- [Exercise prompt]: Nothing past the line containing "pixels equal, or" belongs in the output. Copy exactly every line of the data below from the first up to and including it.

- [Records shown]:
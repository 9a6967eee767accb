"""Level rules: where the levels of a field lie, and what happens on fields without relief.

"standard": mean + v * standard deviation of the field; "rank": order statistics of the field;
"fixed": data units; "fitted": quantiles learned over a training set. The first two follow each
field of each patch, the last two are the same for all patches.

A field is *flat* when its standard deviation is within the rounding error of its computation (all
pixels equal, or for instance the slope of a perfect plane). Its noise would otherwise be blown up
into a texture. All pixels of a flat field count as equal to its mean: the area steps from 1 to 0
where the levels pass the mean (at v = 0 under "standard"; under "rank" it is 1 at every level),
contour and Euler number are 0.
"""

from collections.abc import Callable
from dataclasses import dataclass
from functools import cached_property
from typing import Any

import numpy as np

from mfeat import _checks, _kernels
from mfeat.counts import thresholds_for

RULES = ("standard", "rank", "fixed", "fitted")

#: Range of the levels where none is given, in the rule's own units.
DEFAULT_RANGES = {"standard": (-2.5, 2.5), "rank": (0.0, 1.0), "fitted": (0.0, 1.0)}

#: Levels of rule "standard", and of rule "rank" on derived fields, lie this many standard
#: deviations below their nominal place, so that pixels tied with a level fall on the same side of
#: it under every gain and offset of the image.
TIE = 1e-9


@dataclass
class Relief:
    """What the level rules need to know of a stack of fields (n, h, w).

    Attributes
    ----------
    values : ndarray of shape (n, h, w)
        The fields, in a type of `mfeat._checks.compiled_type`: of raw fields the images as they
        are, of derived ones float64 without the `offset`.
    valid : ndarray of shape (n, h, w), uint8
        1 where a pixel of the field is defined by valid pixels alone.
    offset : ndarray of shape (n,), float64
        Subtracted before fields are derived, so that an image far from zero loses no digits.
    rounding : ndarray of shape (n,), float64
        A bound of the rounding error of the values; a smaller standard deviation means flat.
    raw : callable, optional
        For raw fields only: returns `values` minus `offset` as float64, zero where missing.
    constant : ndarray of shape (n,), bool, optional
        Which fields are constant, where that is known exactly and rounding has no part in it.
    """

    values: np.ndarray
    valid: np.ndarray
    offset: np.ndarray
    rounding: np.ndarray
    raw: Callable[[], np.ndarray] | None = None
    constant: np.ndarray | None = None

    @property
    def derived(self) -> bool:
        """Whether the values are computed, and without their offset."""
        return self.raw is None

    @property
    def centred(self) -> np.ndarray:
        """The fields minus `offset`, float64."""
        return self.values if self.raw is None else self.raw()

    @property
    def mean(self) -> np.ndarray:
        """Mean of each field minus `offset`; 0 without a valid pixel."""
        return self._moments[0]

    @property
    def deviation(self) -> np.ndarray:
        """Standard deviation of each field; exactly 0 if it is flat."""
        return self._moments[1]

    @cached_property
    def empty(self) -> np.ndarray:
        """Which fields have no valid pixel; nothing of them is counted."""
        return ~self.valid.any(axis=(1, 2))

    @cached_property
    def flat(self) -> np.ndarray:
        """Which fields have no relief."""
        even = self._raw_moments[1] <= self.rounding if self.constant is None else self.constant
        return even & ~self.empty if even.any() else even

    @cached_property
    def _raw_moments(self) -> tuple[np.ndarray, np.ndarray]:
        count, _, cols = self.values.shape
        mean, deviation = np.empty(count), np.empty(count)
        scratch = np.empty((2, cols + 1))
        _kernels.moments(self.centred, self.valid, scratch[0], scratch[1], mean, deviation)
        return mean, deviation

    @cached_property
    def _moments(self) -> tuple[np.ndarray, np.ndarray]:
        mean, deviation = self._raw_moments
        if np.isnan(mean).any():  # an empty field; or one that overflowed, which stays NaN
            mean, deviation = np.where(self.empty, 0.0, (mean, deviation))
        return mean, np.where(self.flat, 0.0, deviation)


@dataclass
class PlacedLevels:
    """Levels of each field of a stack, ready for counting.

    `thresholds` (n, T) are in the type of the pixels; of row k the first `reach[k]` are used, the
    others lie above every possible pixel. `own` (n, T) are the levels in the units of the relief's
    values, without `offset` (n,).
    """

    thresholds: np.ndarray
    reach: np.ndarray
    own: np.ndarray
    offset: np.ndarray

    @property
    def shown(self) -> np.ndarray:
        """The levels in data units, float64."""
        return self.own + self.offset[:, None]


def level_values(levels: Any, rule: str, level_range: Any = None) -> np.ndarray:
    """Return the levels in the units of a rule, as a 1-D float64 array.

    Parameters
    ----------
    levels : int or sequence of float
        A number of levels (1 to 65,535) to spread over `level_range`, or the levels themselves:
        standard deviations from the mean ("standard"), fractions of the pixels from 0 to 1
        ("rank", "fitted"), data units ("fixed"). A sequence must be strictly ascending.
    rule : {"standard", "rank", "fixed", "fitted"}
    level_range : (float, float), optional
        First and last level of rules "standard" and "fixed"; the fractions between which levels of
        rules "rank" and "fitted" are centred in equal steps. Default (-2.5, 2.5) for "standard",
        (0, 1) for "rank" and "fitted"; required for "fixed" with a number of levels.

    Examples
    --------
    >>> from mfeat.levels import level_values
    >>> level_values(5, "standard")
    array([-2.5 , -1.25,  0.  ,  1.25,  2.5 ])
    >>> level_values(4, "rank")
    array([0.125, 0.375, 0.625, 0.875])
    >>> level_values([10, 20, 40], "fixed")
    array([10., 20., 40.])
    """
    _checks.choice("level_rule", rule, RULES)
    if isinstance(levels, int | np.integer | float | np.floating):
        count = _checks.integer("levels", levels, minimum=1, maximum=_checks.MAX_LEVELS)
        low, high = _level_range(level_range, rule)
        if rule in ("rank", "fitted"):
            return low + (high - low) * (np.arange(count) + 0.5) / count
        return np.linspace(low, high, count) if count > 1 else np.array([(low + high) / 2])
    if level_range is not None:
        raise ValueError(
            f"level_range={level_range!r} has no meaning beside explicit levels "
            f"{_checks.show(np.asarray(levels))}; give one of the two"
        )
    given = _checks.level_sequence(levels)
    values = given.astype(np.float64)
    rounded = [int(v) != int(g) for v, g in zip(values, given, strict=True)]
    if given.dtype.kind != "f" and any(rounded):
        raise ValueError(
            f"levels[{rounded.index(True)}] = {given[rounded.index(True)]} is beyond 2**53 and "
            "would be rounded; count_patterns takes such levels exactly"
        )
    if rule in ("rank", "fitted") and (values[0] < 0.0 or values[-1] > 1.0):
        raise ValueError(
            f'levels of rule "{rule}" are fractions of the pixels, from 0 to 1; '
            f"got {_checks.show(values)}"
        )
    return values


def _level_range(level_range: Any, rule: str) -> tuple[float, float]:
    if level_range is None:
        if rule == "fixed":
            raise ValueError(
                'level_rule "fixed" needs level_range=(lowest, highest) in data units, or explicit '
                "levels; an image does not tell what range its successors will have"
            )
        return DEFAULT_RANGES[rule]
    if not isinstance(level_range, tuple | list | np.ndarray) or len(level_range) != 2:
        raise ValueError(f"level_range must be two numbers (lowest, highest); got {level_range!r}")
    low = _checks.real("level_range[0]", level_range[0])
    high = _checks.real("level_range[1]", level_range[1])
    if not low < high:
        raise ValueError(f"level_range must ascend; got ({low}, {high})")
    if rule in ("rank", "fitted") and not 0.0 <= low < high <= 1.0:
        raise ValueError(
            f'level_range of rule "{rule}" holds fractions from 0 to 1; got ({low}, {high})'
        )
    return low, high


def place(relief: Relief, rule: str, values: np.ndarray) -> PlacedLevels:
    """Place levels, given in the units of `rule`, on each field of a stack.

    For rule "fitted", `values` are the learned levels in data units, as for "fixed".
    """
    derived = relief.derived
    offset = relief.offset if derived else np.zeros(len(relief.offset))
    if rule == "standard":
        # The pixels of a raw field keep their offset and their type, and so do its levels.
        middle = relief.mean if derived else relief.offset + relief.mean
        own = middle[:, None] + (values - TIE) * relief.deviation[:, None]
    elif rule == "rank":
        own = _order_statistics(relief, values)
        if derived:  # rounding has blurred the ties of such a field
            own = own - TIE * relief.deviation[:, None]
    else:
        own = values - offset[:, None]
    thresholds, reach = thresholds_for(relief.values.dtype, own)
    if relief.flat.any():
        thresholds, own = np.array(thresholds), own.astype(np.float64)
        for k in np.flatnonzero(relief.flat):
            reach[k] = _reached_by_flat(relief, k, rule, values)
            thresholds[k] = relief.values[k][relief.valid[k] == 1].min()
            if rule in ("standard", "rank"):
                level = relief.mean[k] + (0.0 if derived else relief.offset[k])
                own[k, : reach[k]] = level
                own[k, reach[k] :] = np.nextafter(level, np.inf)
    return PlacedLevels(thresholds, reach, own, offset)


def _reached_by_flat(relief: Relief, k: int, rule: str, values: np.ndarray) -> int:
    """Return how many levels a flat field reaches, all its pixels being its mean."""
    if rule == "rank":
        return len(values)
    if rule == "standard":
        return int(np.count_nonzero(values <= 0.0))
    level = relief.offset[k] + relief.mean[k] + relief.rounding[k]
    return int(np.count_nonzero(values <= level))


def _order_statistics(relief: Relief, fractions: np.ndarray) -> np.ndarray:
    """Return pixel values of given rank: exact, so monotone tone changes leave the counts alone.

    Of n sorted valid values the one at position floor(p n) is the level of fraction p, so that a
    fraction 1 - p of the pixels reaches it where no values are tied.
    """
    count = len(relief.values)
    out = np.empty((count, len(fractions)), dtype=relief.values.dtype)
    for k in range(count):
        ranked = np.sort(relief.values[k][relief.valid[k] == 1])
        if not ranked.size:  # an image without a valid pixel is marked by its caller
            out[k] = 0
            continue
        positions = np.minimum((fractions * ranked.size).astype(np.int64), ranked.size - 1)
        out[k] = ranked[positions]
    return out


def pooled_quantiles(samples: list[np.ndarray], fractions: np.ndarray) -> np.ndarray:
    """Return quantiles of pooled samples, for rule "fitted".

    Source: definition 1 (the inverse of the empirical distribution) of R. J. Hyndman and Y. Fan,
    Sample quantiles in statistical packages, The American Statistician 50 (1996), 361-365.
    """
    return np.quantile(np.concatenate(samples), fractions, method="inverted_cdf")


def sample_of(relief: Relief, k: int, size: int) -> np.ndarray:
    """Return up to `size` evenly spaced order statistics of field k, with its offset, as float64.

    They stand for the field in the pool of `pooled_quantiles`: patches weigh alike however many
    pixels they have, and the memory of `fit` does not grow with the size of the patches.
    """
    ranked = np.sort(relief.centred[k][relief.valid[k] == 1]) + relief.offset[k]
    if len(ranked) <= size:
        return ranked
    return ranked[((np.arange(size) + 0.5) * len(ranked) / size).astype(np.int64)]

- [Result]:
repository 9a6967eee767accb
"""Level rules: where the levels of a field lie, and what happens on fields without relief.

"standard": mean + v * standard deviation of the field; "rank": order statistics of the field;
"fixed": data units; "fitted": quantiles learned over a training set. The first two follow each
field of each patch, the last two are the same for all patches.

A field is *flat* when its standard deviation is within the rounding error of its computation (all
pixels equal, or for instance the slope of a perfect plane). Its noise would otherwise be blown up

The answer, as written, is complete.